What is needed:
Using the records below, give the number of lines where the string "tokens" shows up. Add nothing to it.

Supplied data Block Start

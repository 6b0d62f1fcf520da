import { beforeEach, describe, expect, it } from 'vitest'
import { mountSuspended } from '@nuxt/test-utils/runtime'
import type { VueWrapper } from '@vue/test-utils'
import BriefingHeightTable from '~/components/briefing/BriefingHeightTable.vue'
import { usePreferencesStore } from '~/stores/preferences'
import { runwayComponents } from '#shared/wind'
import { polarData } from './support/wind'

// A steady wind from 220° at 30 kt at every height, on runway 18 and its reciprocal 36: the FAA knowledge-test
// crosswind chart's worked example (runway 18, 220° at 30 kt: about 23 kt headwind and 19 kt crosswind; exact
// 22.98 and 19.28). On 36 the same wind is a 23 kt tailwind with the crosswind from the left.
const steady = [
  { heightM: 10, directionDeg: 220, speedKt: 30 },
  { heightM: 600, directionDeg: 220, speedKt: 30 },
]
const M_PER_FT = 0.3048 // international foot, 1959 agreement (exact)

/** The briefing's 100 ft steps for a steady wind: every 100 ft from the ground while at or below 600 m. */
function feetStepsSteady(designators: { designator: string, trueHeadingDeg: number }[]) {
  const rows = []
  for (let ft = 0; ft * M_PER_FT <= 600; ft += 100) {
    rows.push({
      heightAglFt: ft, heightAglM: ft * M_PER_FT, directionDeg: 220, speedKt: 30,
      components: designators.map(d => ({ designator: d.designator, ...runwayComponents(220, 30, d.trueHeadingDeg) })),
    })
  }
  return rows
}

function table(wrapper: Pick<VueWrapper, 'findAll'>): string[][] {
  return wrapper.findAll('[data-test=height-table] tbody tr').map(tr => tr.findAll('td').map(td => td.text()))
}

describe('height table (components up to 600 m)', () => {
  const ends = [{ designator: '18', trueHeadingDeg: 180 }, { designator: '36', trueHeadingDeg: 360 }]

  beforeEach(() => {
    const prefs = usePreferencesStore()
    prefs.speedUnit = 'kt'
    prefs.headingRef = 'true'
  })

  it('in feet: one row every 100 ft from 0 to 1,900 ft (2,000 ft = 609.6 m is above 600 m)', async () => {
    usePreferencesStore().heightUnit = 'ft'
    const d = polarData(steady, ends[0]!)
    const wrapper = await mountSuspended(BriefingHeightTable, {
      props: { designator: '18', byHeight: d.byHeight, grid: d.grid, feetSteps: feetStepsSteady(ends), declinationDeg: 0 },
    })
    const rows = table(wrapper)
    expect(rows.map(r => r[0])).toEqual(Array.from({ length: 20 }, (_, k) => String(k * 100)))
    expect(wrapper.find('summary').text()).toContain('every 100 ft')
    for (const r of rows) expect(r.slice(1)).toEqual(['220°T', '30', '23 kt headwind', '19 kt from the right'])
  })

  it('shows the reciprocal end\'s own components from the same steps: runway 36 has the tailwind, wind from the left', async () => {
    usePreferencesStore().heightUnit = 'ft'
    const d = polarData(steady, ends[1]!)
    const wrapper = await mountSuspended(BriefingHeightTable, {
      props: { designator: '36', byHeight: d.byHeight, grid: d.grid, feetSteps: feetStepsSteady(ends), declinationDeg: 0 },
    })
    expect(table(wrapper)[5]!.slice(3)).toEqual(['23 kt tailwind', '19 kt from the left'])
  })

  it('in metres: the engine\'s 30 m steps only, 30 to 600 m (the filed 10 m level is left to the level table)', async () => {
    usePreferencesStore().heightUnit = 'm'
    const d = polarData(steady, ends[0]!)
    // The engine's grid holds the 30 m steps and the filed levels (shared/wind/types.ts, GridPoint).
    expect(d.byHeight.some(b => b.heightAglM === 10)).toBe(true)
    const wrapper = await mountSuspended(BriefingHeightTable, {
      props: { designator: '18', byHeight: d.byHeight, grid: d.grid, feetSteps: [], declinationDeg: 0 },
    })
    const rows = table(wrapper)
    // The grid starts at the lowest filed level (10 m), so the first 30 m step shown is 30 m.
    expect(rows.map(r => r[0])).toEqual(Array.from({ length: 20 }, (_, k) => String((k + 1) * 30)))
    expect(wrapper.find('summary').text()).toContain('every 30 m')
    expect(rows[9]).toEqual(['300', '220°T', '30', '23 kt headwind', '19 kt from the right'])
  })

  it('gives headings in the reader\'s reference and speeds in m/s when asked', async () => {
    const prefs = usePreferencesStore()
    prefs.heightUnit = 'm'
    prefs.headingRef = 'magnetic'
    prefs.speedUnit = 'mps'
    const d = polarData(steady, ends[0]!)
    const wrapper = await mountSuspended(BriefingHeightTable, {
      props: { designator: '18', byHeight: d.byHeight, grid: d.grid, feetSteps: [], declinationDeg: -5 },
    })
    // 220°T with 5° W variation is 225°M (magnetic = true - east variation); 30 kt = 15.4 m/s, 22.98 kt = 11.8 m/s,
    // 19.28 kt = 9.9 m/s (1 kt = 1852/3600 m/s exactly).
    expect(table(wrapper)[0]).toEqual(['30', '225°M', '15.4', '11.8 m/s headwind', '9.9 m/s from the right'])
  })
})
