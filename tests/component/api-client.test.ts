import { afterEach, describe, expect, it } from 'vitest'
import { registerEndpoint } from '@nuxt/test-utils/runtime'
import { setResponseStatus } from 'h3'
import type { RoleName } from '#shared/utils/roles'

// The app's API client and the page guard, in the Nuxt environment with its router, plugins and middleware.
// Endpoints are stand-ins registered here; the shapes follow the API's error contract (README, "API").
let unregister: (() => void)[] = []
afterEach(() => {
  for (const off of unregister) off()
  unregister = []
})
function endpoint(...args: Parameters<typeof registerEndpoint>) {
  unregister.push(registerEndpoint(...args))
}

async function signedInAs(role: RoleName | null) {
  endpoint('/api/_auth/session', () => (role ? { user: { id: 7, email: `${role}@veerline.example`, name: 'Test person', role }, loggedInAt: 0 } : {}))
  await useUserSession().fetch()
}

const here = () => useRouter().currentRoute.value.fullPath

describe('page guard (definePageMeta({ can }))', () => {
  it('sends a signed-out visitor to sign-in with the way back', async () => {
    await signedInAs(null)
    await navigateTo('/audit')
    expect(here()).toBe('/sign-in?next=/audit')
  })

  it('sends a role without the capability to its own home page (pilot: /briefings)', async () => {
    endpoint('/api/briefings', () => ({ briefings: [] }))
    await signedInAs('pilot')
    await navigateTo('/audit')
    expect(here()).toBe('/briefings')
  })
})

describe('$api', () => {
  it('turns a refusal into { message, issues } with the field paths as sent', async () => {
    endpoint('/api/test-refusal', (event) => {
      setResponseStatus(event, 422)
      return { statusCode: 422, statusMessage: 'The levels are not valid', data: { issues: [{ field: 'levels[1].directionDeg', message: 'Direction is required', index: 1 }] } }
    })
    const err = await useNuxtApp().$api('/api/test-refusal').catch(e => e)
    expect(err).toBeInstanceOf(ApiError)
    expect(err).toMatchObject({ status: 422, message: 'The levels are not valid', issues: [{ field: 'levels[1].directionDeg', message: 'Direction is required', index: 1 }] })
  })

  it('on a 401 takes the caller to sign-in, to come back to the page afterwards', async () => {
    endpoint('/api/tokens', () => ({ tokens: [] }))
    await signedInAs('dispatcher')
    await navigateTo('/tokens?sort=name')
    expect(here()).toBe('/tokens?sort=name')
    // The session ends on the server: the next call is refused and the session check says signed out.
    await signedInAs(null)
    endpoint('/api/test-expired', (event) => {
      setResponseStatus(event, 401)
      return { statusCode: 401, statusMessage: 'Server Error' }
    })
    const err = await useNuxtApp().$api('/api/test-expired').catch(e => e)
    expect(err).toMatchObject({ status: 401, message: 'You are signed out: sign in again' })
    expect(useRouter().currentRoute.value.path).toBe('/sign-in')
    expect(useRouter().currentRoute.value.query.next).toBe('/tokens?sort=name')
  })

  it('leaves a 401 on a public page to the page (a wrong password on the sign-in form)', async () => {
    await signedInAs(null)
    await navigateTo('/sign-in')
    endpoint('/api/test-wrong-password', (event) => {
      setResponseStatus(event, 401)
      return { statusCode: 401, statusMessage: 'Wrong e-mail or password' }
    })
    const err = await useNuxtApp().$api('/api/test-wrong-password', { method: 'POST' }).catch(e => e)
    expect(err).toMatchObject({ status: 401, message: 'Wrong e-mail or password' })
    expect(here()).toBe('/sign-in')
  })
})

Supplied data Block End
Supplied data Block Start

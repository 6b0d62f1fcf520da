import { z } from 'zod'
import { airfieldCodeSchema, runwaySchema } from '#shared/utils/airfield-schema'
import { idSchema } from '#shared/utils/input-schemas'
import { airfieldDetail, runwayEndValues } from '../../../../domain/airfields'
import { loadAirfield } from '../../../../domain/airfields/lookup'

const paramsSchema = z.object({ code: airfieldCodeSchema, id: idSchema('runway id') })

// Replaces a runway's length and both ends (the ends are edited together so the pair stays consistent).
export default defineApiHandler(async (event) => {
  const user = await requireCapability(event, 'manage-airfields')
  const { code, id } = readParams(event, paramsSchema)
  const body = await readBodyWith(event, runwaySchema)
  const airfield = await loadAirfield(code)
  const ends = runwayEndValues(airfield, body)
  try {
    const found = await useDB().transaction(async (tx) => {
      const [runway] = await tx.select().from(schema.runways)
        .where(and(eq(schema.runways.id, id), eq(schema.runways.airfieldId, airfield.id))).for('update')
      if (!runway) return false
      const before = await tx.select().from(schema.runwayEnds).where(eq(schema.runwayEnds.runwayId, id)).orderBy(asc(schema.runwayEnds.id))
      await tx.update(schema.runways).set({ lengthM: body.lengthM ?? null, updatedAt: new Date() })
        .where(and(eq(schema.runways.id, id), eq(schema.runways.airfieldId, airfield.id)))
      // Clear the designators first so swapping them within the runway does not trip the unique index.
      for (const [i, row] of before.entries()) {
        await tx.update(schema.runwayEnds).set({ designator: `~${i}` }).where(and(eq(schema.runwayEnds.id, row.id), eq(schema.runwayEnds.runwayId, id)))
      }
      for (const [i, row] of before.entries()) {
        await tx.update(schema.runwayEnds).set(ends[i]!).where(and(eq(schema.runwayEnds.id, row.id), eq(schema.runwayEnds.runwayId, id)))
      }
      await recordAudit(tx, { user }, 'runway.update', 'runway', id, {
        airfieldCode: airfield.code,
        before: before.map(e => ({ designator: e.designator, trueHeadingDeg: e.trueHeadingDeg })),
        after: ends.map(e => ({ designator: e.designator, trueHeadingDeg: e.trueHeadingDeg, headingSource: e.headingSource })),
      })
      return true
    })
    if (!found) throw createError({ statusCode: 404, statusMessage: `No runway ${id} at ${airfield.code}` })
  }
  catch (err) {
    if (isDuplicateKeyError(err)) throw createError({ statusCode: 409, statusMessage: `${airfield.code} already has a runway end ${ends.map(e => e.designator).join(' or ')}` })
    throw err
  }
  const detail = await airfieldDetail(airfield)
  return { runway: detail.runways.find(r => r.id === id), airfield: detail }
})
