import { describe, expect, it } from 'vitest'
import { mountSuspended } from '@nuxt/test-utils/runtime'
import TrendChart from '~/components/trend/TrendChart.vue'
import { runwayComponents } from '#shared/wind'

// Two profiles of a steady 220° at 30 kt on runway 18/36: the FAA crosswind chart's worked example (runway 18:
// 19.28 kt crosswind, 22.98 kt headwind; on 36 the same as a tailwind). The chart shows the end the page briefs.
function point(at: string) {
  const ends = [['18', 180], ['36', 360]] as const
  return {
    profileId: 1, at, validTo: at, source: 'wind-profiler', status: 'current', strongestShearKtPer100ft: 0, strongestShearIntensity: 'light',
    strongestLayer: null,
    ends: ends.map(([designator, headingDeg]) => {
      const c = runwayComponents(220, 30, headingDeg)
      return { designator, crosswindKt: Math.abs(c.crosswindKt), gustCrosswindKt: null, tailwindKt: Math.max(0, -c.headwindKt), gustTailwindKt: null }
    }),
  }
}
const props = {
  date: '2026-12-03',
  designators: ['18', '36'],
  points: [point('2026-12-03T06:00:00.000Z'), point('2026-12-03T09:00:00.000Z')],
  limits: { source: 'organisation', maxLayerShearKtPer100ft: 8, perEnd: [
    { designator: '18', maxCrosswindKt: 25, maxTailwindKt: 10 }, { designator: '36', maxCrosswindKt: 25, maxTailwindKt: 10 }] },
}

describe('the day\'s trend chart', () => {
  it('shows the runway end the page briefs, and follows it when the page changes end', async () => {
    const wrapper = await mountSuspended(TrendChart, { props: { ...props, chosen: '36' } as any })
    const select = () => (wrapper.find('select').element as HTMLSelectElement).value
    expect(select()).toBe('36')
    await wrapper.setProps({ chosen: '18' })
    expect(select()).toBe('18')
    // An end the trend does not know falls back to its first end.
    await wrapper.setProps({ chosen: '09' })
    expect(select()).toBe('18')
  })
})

Supplied data Block End
Supplied data Block Start

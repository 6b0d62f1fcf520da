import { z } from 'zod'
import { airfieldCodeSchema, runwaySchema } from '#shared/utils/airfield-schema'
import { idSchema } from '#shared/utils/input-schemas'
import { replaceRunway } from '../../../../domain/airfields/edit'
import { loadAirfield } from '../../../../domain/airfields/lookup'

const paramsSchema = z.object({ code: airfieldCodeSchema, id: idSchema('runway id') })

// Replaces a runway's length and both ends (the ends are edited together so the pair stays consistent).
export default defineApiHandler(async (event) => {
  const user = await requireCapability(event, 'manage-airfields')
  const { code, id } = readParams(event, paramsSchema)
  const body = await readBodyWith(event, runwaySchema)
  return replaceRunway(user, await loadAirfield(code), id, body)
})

Supplied data Block End

Exercise response:
4